図2に示す電気培養装置1を培養に使用した。硫酸還元菌群は、土壌より取得し馴化したものを継代培養して用いた。硫酸還元菌群の初期添加量は50mLに対して107〜108cells/mLの懸濁液を1mLとした。酸化還元電位は、0.4V、−0.1V、−0.6Vとした。また、電圧印加を行わずに培養を行い、これを比較データとした。培養期間は一週間とした。この培養液の硫酸イオン(SO42−)濃度をイオンクロマトアナライザ(ICS-1500、DIONEX製)により測定した。また、硫酸還元菌群無添加で且つ電圧印加を行わなかった培養液についても硫酸イオン濃度を測定し、これをcontrolとした。
【0101】
結果を図11に示す。酸化還元電位を−0.6V、−0.1Vとして培養した条件では、比較データより硫酸イオン濃度が低かったことから、電圧印加を行わずに培養した条件よりも高い硫酸還元活性を示すことが確認された。0.4Vでは比較データより硫酸還元活性が低かった。したがって、−0.6V〜−0.1Vが硫酸還元菌にとっての至適酸化還元電位であると判断した。特に、−0.1V付近と、−0.6V付近に酸化還元電位を制御することで硫酸還元菌の硫酸還元活性を高められることが明らかとなった。
【図面の簡単な説明】
【0102】
【図1】本発明の微生物の活性制御方法の実施形態の一例を示す概念図である。
【図2】実験に使用した電気培養装置の概念図である。
【図3】Fe(III)−EDTAを添加した培養液のサイクリックボルタンメトリー測定結果を示す図である。

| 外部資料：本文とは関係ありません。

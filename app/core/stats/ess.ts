import { requireNonNegative } from './validate.ts';

/** Kish effective sample size (Σw)²/Σw² (Kish, Survey Sampling, 1965); 0 when every weight is 0. */
export function kishEss(sumW: number, sumW2: number): number {
  requireNonNegative('sum of weights', sumW);
  requireNonNegative('sum of squared weights', sumW2);
  if (sumW2 === 0) {
    if (sumW !== 0) throw new RangeError(`sum of squared weights is 0 but sum of weights is ${sumW}`);
    return 0;
  }
  return (sumW * sumW) / sumW2;
}

/** Kish effective sample size of a list of non-negative weights. */
export function kishEssOf(weights: readonly number[]): number {
  let sumW = 0;
  let sumW2 = 0;
  for (const w of weights) {
    requireNonNegative('weight', w);
    sumW += w;
    sumW2 += w * w;
  }
  return kishEss(sumW, sumW2);
}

【図4】PCE脱塩素活性の酸化還元電位依存性を示す図である。
【図5】培養期間とPCE脱塩素活性の関係を示す図である。
【図6】PCE脱塩素微生物群の微生物生育数の酸化還元電位依存性を示す図である。
【図7】培養期間中の培養液の電流値変化を示す図である。
【図8】DCE脱塩素活性の酸化還元電位依存性を示す図である。
【図9】VC脱塩素活性の酸化還元電位依存性を示す図である。
【図10】VC脱塩素微生物群の微生物生育数の酸化還元電位依存性を示す図である。
【図11】硫酸還元活性の酸化還元電位依存性を示す図である。
【図12】PCEからETHまでの一連の脱塩素反応を示す図である。
【図13】本発明の微生物の活性制御方法の実施形態の他の例を示す概念図である。
【図14】本発明の微生物の活性制御方法の実施形態のさらに他の例を示す概念図である。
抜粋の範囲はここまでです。